As you would expect, the AI-Dialog and Chatbot templates are structured in a way that allows you to hold a conversation with the LLM. The main difference between the two is that the chatbot is said to be "very intelligent", while the AI-Dialog is "helpful, good, obedient, honest, and knows its own limits". Of course, this is your "AI", and if that pleases you, you can change the prompt if you want.

The article tested the Translate function by copying the opening paragraph of a BBC news story and asking the Dalai Lama to translate it into Spanish. The translation is very good, and when running it through Google Translate to get it back into English, the content is quite readable and accurately repeats the facts and intonation of the original.

Likewise, the Rewrite template convincingly puts text at the beginning of a new article.

The Default and Instruction prompts are structured to help you ask questions or direct instructions to the Dalai.

The accuracy of Dalai's response will vary greatly depending on the model you're using. Model 30B will be a lot more useful than model 7B. But even then, you are reminded that LLMs are simply sophisticated systems for guessing the next word in a sentence.

How to Run a Large Language Model (LLM) on Linux Picture 3

Neither the Alpaca 7B nor 13B models provide an accurate 200-word synopsis of Ernest Hemingway's "Cat in the Rain" short story, and both make for compelling plots and details about the content. content of the story.

By running a large language model on your own Linux, you are not subject to monitoring or the risk of inaccessibility to the service. You can use it in any way you see fit without fear of consequences for violating the content policy of the service provider company.
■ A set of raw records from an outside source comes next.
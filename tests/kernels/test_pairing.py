"""The search of the tree and the bottleneck matching, against a look at all pairs."""

import numpy as np
import pytest
from scipy.sparse import csr_array
from scipy.sparse.csgraph import maximum_bipartite_matching

from farhold.kernels.pairing.bottleneck import dearest_least, match_under
from farhold.kernels.pairing.layout import LEAF, fit_planes, lift, settle
from farhold.kernels.pairing.tree import cheapest, price, row_bound
from farhold.planning.assignment.solver.problem import make_problem
from farhold.planning.assignment.solver.tree import grow

N, M = 90, 400


def build(seed=0, far=0.0, bend=0.0, **bent):
    """A problem with affine images (bent by `bend`), and how it is laid out."""
    rng = np.random.default_rng(seed)
    matrix = rng.normal(size=(3, 3))
    a = rng.normal(size=(M, 3))
    b = a @ matrix.T + 0.3 + bend * a**2
    u, w = rng.normal(size=(2, N, 3)) + far
    problem = make_problem(u, w, a, b, **{k: f(rng) if callable(f) else f for k, f in bent.items()})
    grown = grow(problem)
    # prices that slope, as they do in far transports, with some noise
    grown.slots.v[:] = (a @ rng.normal(size=3) + 0.1 * rng.normal(size=M))[grown.slot_order]
    lift(grown.slots)
    fit_planes(grown.slots, grown.moments)
    return problem, grown


KINDS = {
    "near": {},
    "far": {"far": 8.0},
    "images not affine": {"far": 3.0, "bend": 0.3},
    "weighted": {"far": 3.0, "scale": lambda rng: rng.uniform(0.0, 2.0, N)},
    "propellant": {"far": 3.0, "scale": 9.0, "rate": lambda rng: rng.uniform(0.01, 0.5, N)},
    "capped": {"cap": 2.0},
    "own prices": {
        "special": lambda rng: (
            np.repeat(np.arange(N), 3),
            np.concatenate([rng.choice(M, 3, replace=False) for _ in range(N)]),
            rng.choice([0.0, 0.5, np.inf], 3 * N),
        )
    },
}


@pytest.mark.parametrize("kind", KINDS)
@pytest.mark.parametrize("most", [1, 2, 12])
def test_cheapest_slots_are_those_of_a_look_at_all(kind, most):
    problem, grown = build(**KINDS[kind])
    matrix = problem.prices(grown.node_order)[:, grown.slot_order] - grown.slots.v
    stack, stack_bound = np.empty(128, np.int64), np.empty(128 + LEAF)
    found, worth = np.empty(most, np.int64), np.empty(most)
    got = np.full((N, most), np.inf)
    for i in range(N):
        m = cheapest(i, most, grown.rows, grown.slots, stack, stack_bound, found, worth)
        assert matrix[i, found[:m]] == pytest.approx(worth[:m], rel=1e-12, abs=1e-12)
        got[i, :m] = np.sort(worth[:m])
    np.testing.assert_allclose(got, np.sort(matrix, axis=1)[:, :most], rtol=1e-12, atol=1e-12)


def test_cheapest_looks_at_new_prices_once_they_are_settled():
    problem, grown = build(far=5.0)
    rng = np.random.default_rng(3)
    stack, stack_bound = np.empty(128, np.int64), np.empty(128 + LEAF)
    found, worth = np.empty(2, np.int64), np.empty(2)
    for j in rng.integers(0, M, 300):
        grown.slots.v[j] -= rng.exponential()
        settle(j, grown.slots)
    matrix = problem.prices(grown.node_order)[:, grown.slot_order] - grown.slots.v
    for i in range(N):
        cheapest(i, 2, grown.rows, grown.slots, stack, stack_bound, found, worth)
        assert worth.min() == pytest.approx(matrix[i].min(), rel=1e-12)


def test_row_that_leaves_a_slot_empty_takes_the_one_whose_price_gains_most():
    leave = np.where(np.arange(M) % 3 == 0, np.inf, 0.2)
    problem, grown = build(leave_slot=leave)
    stack, stack_bound = np.empty(128, np.int64), np.empty(128 + LEAF)
    found, worth = np.empty(1, np.int64), np.empty(1)
    cheapest(N, 1, grown.rows, grown.slots, stack, stack_bound, found, worth)
    assert worth[0] == (problem.leave_slot[grown.slot_order] - grown.slots.v).min()


@pytest.mark.parametrize("kind", KINDS)
def test_price_is_that_of_the_problem(kind):
    problem, grown = build(**KINDS[kind])
    matrix = problem.prices(grown.node_order)[:, grown.slot_order]
    pairs = np.random.default_rng(1).integers(0, (N, M), (300, 2))
    got = [price(i, j, grown.rows, grown.slots) for i, j in pairs]
    np.testing.assert_allclose(got, matrix[pairs[:, 0], pairs[:, 1]], rtol=1e-13)


def test_bound_of_a_tree_node_is_never_above_a_price_below_it():
    problem, grown = build(far=2.0)
    matrix = problem.prices(grown.node_order)[:, grown.slot_order]
    slots = grown.slots
    for k in range(1, 2 * slots.leaves):
        low = np.array([row_bound(i, k, grown.rows, slots) for i in range(N)])
        assert (low <= matrix[:, slots.start[k] : slots.end[k]].min(axis=1) * (1 + 1e-14)).all()


@pytest.mark.parametrize("quantile", [0.002, 0.01, 0.05, 0.3])
@pytest.mark.parametrize("kind", ["near", "own prices", "far"])
def test_matching_under_a_limit_is_a_largest_one(kind, quantile):
    problem, grown = build(**KINDS[kind])
    matrix = problem.prices(grown.node_order)[:, grown.slot_order]
    limit = float(np.quantile(matrix, quantile))
    taken, holder = np.full(N, -1, np.int64), np.full(M, -1, np.int64)
    free, further, _ = match_under(limit, False, grown.rows, grown.slots, taken, holder)
    held = np.flatnonzero(taken >= 0)
    assert (matrix[held, taken[held]] <= limit).all()
    assert (holder[taken[held]] == held).all()
    most = (maximum_bipartite_matching(csr_array(matrix <= limit), perm_type="column") >= 0).sum()
    assert held.size == N - free == most
    if free:
        # no limit below the next one lets more nodes in
        below = csr_array(matrix < further)
        assert further > limit
        assert (maximum_bipartite_matching(below, perm_type="column") >= 0).sum() == most


def test_hasty_matching_stops_with_a_limit_that_is_too_low_for_all():
    problem, grown = build()
    matrix = problem.prices(grown.node_order)[:, grown.slot_order]
    limit = float(np.quantile(matrix, 0.002))
    taken, holder = np.full(N, -1, np.int64), np.full(M, -1, np.int64)
    free, further, _ = match_under(limit, True, grown.rows, grown.slots, taken, holder)
    assert free > 0
    assert (maximum_bipartite_matching(csr_array(matrix < further), perm_type="column") >= 0).sum() < N


def test_dearest_least_price_is_the_largest_of_the_rows():
    problem, grown = build()
    least = problem.prices(np.arange(N)).min(axis=1).max()
    assert dearest_least(grown.rows, grown.slots) == pytest.approx(least, rel=1e-13)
If your computing resources are few, you can even run LLM locally on the humble Raspberry Pi.

Marvin Fry

Update 27 June 2023

You should read it

May be interested

6 reasons why Linux phones and laptops are not cheap
if you want to buy a pc with pre-installed free and open source desktop, then you have to pay some money, and the amount you can pay can be quite large.
First impressions of Bard: Google's generative AI
bard is a generative ai designed to generate text from naturally written queries. bard uses google's own language model, lamda (language model for dialogue applications).
9 pros and cons of using a local LLM
since chatgpt emerged in november 2022, the term large language model (llm) has quickly moved from a term reserved for ai enthusiasts to a buzzword on everyone's lips.
Lenovo is about to launch its first Linux laptop model
lenovo will also follow dell to launch a series of brand new linux laptops in the near future.
How to Use R Language to Connect with an ORACLE Database
the language r can be used to connect with an oracle database and perform several actions. for use on linux ubuntu and oracle xe, learning to connect in this way makes the task much more manageable. choose your os (linux 32) here:...
In the end, big universities realized that Java was a lousy language if used for introductory programming
the decision to remove java is really smart, because any student who has studied java has found that this is the harshest language that i have to learn when i start. frankly, it was too terrible.
Do you know what programming language is?
programming language is a type of computer language used to develop software programs, scripts, or standardization under a system of specific rules for computer execution.
How to manage and restore Tmux sessions in Linux
tmux is a multiplexer terminal (a tool that allows to use multiple terminals in a window) that integrates many useful features and is supported by a large number of community-created plugins.
6 Reasons You Should Try Windows Subsystem for Linux (WSL)
while windows is popular with casual users due to its ease of use and flexibility, linux has a large market share among professional users.
Enable / disable the Language bar on Windows 10
the language bar is used to quickly change the keyboard layout or input language without having to navigate to control panel or settings.